Cloud-native applications and solutions are on the rise, with ransomware simultaneously skyrocketing – and this is no coincidence.
According to IDC, 750 million cloud-native applications will be created globally by 2025 as businesses work toward building ‘sustainable digital value engines’. As more businesses turn to the cloud to extend operations and success, security leaders are struggling to sift through the noise of hybrid infrastructure as the mass of alerts only grows.
In addition to this, PwC has found 45% of security and IT executives in NZ expect a further rise in ransomware attacks. The Australian Chamber of Commerce and Industry states ransomware attacks have increased by 500% since the start of the COVID-19 pandemic.
In such a reality, understanding attacker behaviour, adopting a preventative approach, and implementing detection and response solutions and plans, is crucial to securing your business and protecting your people.
Unknown threats and the cloud: The ransomware problem continues
As more business data and information is migrated to the cloud, rather than solely residing in more traditional on-premises infrastructure, malicious actors are targeting hybrid networks and taking advantage of cloud systems.
In addition, in the last decade, a growing number of enterprises have moved increasingly large datasets to the cloud, which creates a greater incentive for attackers looking to leverage data for malicious activity or financial gain.
Many cloud solutions offer built-in tools for developers and customers, and attackers can leverage these tools and features that are the same across different businesses without having to start from scratch every time.
For instance, APIs created by cloud services providers are often easily discoverable and understandable by attackers and can lead to a dramatic reduction in the number of steps attackers have to take before reaching their objectives.
As an example, an attacker could use a cloud service provider’s cryptographic tool to gain access to an enterprise’s data. A successful ransomware campaign can then encrypt this data fast and with built-in control mechanisms designed to lock the victim out.
It’s no longer enough to think of ransomware as existing on-premises and moving to the cloud – attackers are using new sets of tactics and techniques for cloud-native solutions, and if security leaders are to secure their businesses, they must understand this new reality.
The best way to catch a bad actor: Understanding behaviour
When improving security, it can seem daunting to try and secure the entire network and endpoints. It’s no wonder security teams are overwhelmed and burnt out, as they are overcome with alerts that make it difficult, if not impossible, to effectively prioritise time and resources.

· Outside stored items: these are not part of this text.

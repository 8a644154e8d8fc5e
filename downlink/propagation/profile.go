package propagation

import (
	"fmt"
	"math"

	"slantwise/orbit/unit"
)

// Level is one level of a measured profile.
type Level struct {
	Height      unit.Length // above mean sea level
	Temperature unit.Temperature
	Pressure    Pressure // total
	Vapour      VapourDensity
}

// MeasuredProfile returns the air of a sounding, at least two levels of rising
// height. Between levels the temperature is linear in height, the pressure and the
// vapour in their logarithms (vapour linear where a level has none). Above the last
// level the mean annual global reference atmosphere follows, joined on by WithSurface's rule; below the first
// there is no air known, and a station there is refused.
func MeasuredProfile(levels []Level) (Atmosphere, error) {
	if len(levels) < 2 {
		return Atmosphere{}, fmt.Errorf("measured profile: %d levels; give two or more of rising height", len(levels))
	}
	heights := make([]float64, len(levels))
	states := make([]air, len(levels))
	for i, l := range levels {
		heights[i] = l.Height.Kilometres()
		states[i] = air{l.Temperature.Kelvins(), l.Pressure.Hectopascals(), l.Vapour.GramsPerCubicMetre()}
		if err := checkLevel(i, heights, states[i]); err != nil {
			return Atmosphere{}, err
		}
	}
	last := len(levels) - 1
	above, err := joined(globalReference, heights[last], states[last])
	if err != nil {
		return Atmosphere{}, fmt.Errorf("measured profile: last level: %w", err)
	}
	return Atmosphere{fmt.Sprintf("measured profile of %d levels, %s km to %s km", len(levels), number(heights[0]), number(heights[last])),
		func(h float64) air {
			if h >= heights[last] {
				return above(h)
			}
			return between(heights, states, h)
		}}, nil
}

func checkLevel(i int, heights []float64, a air) error {
	err := firstError(within("height", heights[i], "km", -0.5, topKm, ""), checkAirTemperature(a.tK),
		within("pressure", a.hPa, "hPa", 0, 1200, ""), within("water vapour density", a.rho, "g/m3", 0, 100, ""))
	if err == nil && i > 0 && !(heights[i] > heights[i-1]) {
		err = &unit.RangeError{Quantity: "height", Value: heights[i], Unit: "km",
			Allowed: "above the level before at " + withUnit(heights[i-1], "km")}
	}
	if err == nil && vapourPressure(a.rho, a.tK) > a.hPa {
		err = &unit.RangeError{Quantity: "water vapour density", Value: a.rho, Unit: "g/m3",
			Allowed: "less than the total pressure holds", Next: "give the total pressure, vapour included"}
	}
	if err != nil {
		return fmt.Errorf("measured profile: level %d: %w", i+1, err)
	}
	return nil
}

// between interpolates in a measured profile; below its first level it returns NaN,
// which newLayers refuses.
func between(heights []float64, states []air, h float64) air {
	if h < heights[0] {
		return air{math.NaN(), math.NaN(), math.NaN()}
	}
	i := 1
	for heights[i] <= h {
		i++
	}
	a, b := states[i-1], states[i]
	w := (h - heights[i-1]) / (heights[i] - heights[i-1])
	return air{a.tK + w*(b.tK-a.tK), geometric(a.hPa, b.hPa, w), geometric(a.rho, b.rho, w)}
}

// geometric interpolates in the logarithm, or linearly where an end is 0.
func geometric(a, b, w float64) float64 {
	if a > 0 && b > 0 {
		return a * math.Pow(b/a, w)
	}
	return a + w*(b-a)
}

// Surface states the air at a station; nil fields are left to the profile.
type Surface struct {
	Temperature *unit.Temperature
	Pressure    *Pressure // total
	Vapour      *VapourDensity
}

// WithSurface returns the profile moved so that it has the stated air at a height:
// pressure and vapour density in proportion at all heights, the temperature by a
// difference that shrinks linearly to nothing 11 km above. The rule is this
// package's; P.676-13 only says that local profiles are to be preferred.
func (a Atmosphere) WithSurface(height unit.Length, s Surface) (Atmosphere, error) {
	h := height.Kilometres()
	if err := checkStationHeight(h); err != nil {
		return Atmosphere{}, err
	}
	want := a.at(h)
	name := a.name
	if s.Temperature != nil {
		want.tK = s.Temperature.Kelvins()
		name += fmt.Sprintf(", %s K at the surface", number(want.tK))
	}
	if s.Pressure != nil {
		want.hPa = s.Pressure.Hectopascals()
		name += fmt.Sprintf(", %s hPa", number(want.hPa))
	}
	if s.Vapour != nil {
		want.rho = s.Vapour.GramsPerCubicMetre()
		name += fmt.Sprintf(", %s g/m3", number(want.rho))
	}
	if err := checkLevel(0, []float64{h}, want); err != nil {
		return Atmosphere{}, err
	}
	at, err := joined(a.at, h, want)
	return Atmosphere{name, at}, err
}

// joined moves a profile so that it passes through want at height h0.
func joined(base func(float64) air, h0 float64, want air) (func(float64) air, error) {
	have := base(h0)
	pressure, err := proportion("pressure", want.hPa, have.hPa, "hPa")
	if err != nil {
		return nil, err
	}
	vapour, err := proportion("water vapour density", want.rho, have.rho, "g/m3")
	if err != nil {
		return nil, err
	}
	dT := want.tK - have.tK
	return func(h float64) air {
		a := base(h)
		a.tK += dT * math.Max(0, 1-math.Max(0, h-h0)/11)
		a.hPa *= pressure
		a.rho *= vapour
		return a
	}, nil
}

// proportion returns want/have, 1 where both are 0.
func proportion(quantity string, want, have float64, unitName string) (float64, error) {
	if want == have {
		return 1, nil
	}
	if have > 0 {
		return want / have, nil
	}
	return 0, &unit.RangeError{Quantity: quantity, Value: want, Unit: unitName, Allowed: "0: the profile has none at this height",
		Next: "choose another reference atmosphere"}
}

// WithColumn returns the profile with its vapour in proportion, so that the
// vertical column above a height holds the stated mass.
func (a Atmosphere) WithColumn(height unit.Length, vapour Column) (Atmosphere, error) {
	if err := firstError(checkStationHeight(height.Kilometres()),
		within("integrated water vapour", float64(vapour), "kg/m2", 0, 150, "")); err != nil {
		return Atmosphere{}, err
	}
	ratio, err := proportion("integrated water vapour", float64(vapour), a.column(height.Kilometres()), "kg/m2")
	if err != nil {
		return Atmosphere{}, err
	}
	base := a.at
	return Atmosphere{fmt.Sprintf("%s, vapour column %s kg/m2", a.name, number(float64(vapour))), func(h float64) air {
		s := base(h)
		s.rho *= ratio
		return s
	}}, nil
}

// column returns the mass of vapour above a height in kg/m² (g/m³ times km), by
// Simpson's rule over steps of 25 m to 15 km and 425 m above; the reference profiles
// hold nothing that is finer.
func (a Atmosphere) column(h0 float64) float64 {
	simpson := func(lo, hi float64, n int) float64 {
		step := (hi - lo) / float64(2*n)
		sum := a.at(lo).rho + a.at(hi).rho
		for i := 1; i < 2*n; i++ {
			sum += float64(2+2*(i%2)) * a.at(lo+float64(i)*step).rho
		}
		return sum * step / 3
	}
	return simpson(h0, h0+15, 300) + simpson(h0+15, topKm, 100)
}

// globalReference is the mean annual global reference atmosphere at 7.5 g/m³.
func globalReference(h float64) air { return globalAir(h, 7.5) }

This is why turning to behaviour, and utilising the power of artificial intelligence (AI), is increasingly important. If we are to stop a breach before it gets to the ransom stage, we must hone in on behavioural elements from attackers, as this will help security teams to identify true alerts from noise.
Here’s where artificial intelligence (AI) can shine. AI is a hot topic, with some worried that it will take their job. This is not how we see this technology. In fact, it’s been around for years, and as it advances, it only promises more benefits for security teams.
For example, when trained up for a specific set of problems, such as attacker behaviour, we can then automate what was once a low-level, time-consuming and mundane task and complete it much faster. This helps to highlight attackers early on and helps to find the needle in the haystack, delivering greater signal clarity overall.
Tangible steps to reducing unknowns and boosting security
The conversation around securing operations in a hybrid world, where cloud-native applications are on the rise, continues to evolve, as do the technology solutions designed for these very problems.
Two very important and tangible steps that any enterprise can and should, do right away are to understand where your cloud data is hosted and implement both preventative controls and Detection & Response capabilities.
On cloud data, it’s important to note that each of the major cloud service providers – AWS, Azure and Google – have their own distributed, highly available, all-purpose data store option. These integrate many other services on their respective platforms and are designed to meet nearly any data storage requirements. Understanding where your data resides is an important first step in halting cloud-native ransomware.
From here, you must implement preventative controls and detection and response (D&R) capabilities. Cybersecurity is a team sport, and it’s something you must practise. Highly skilled in drills and playbooks that leverage security solutions need to be run regularly and remain up to date with your current infrastructure needs. Regular check-ins also give you the chance to make sure your tooling can cope, fix gaps in security controls, and give you a chance to improve remediation measures.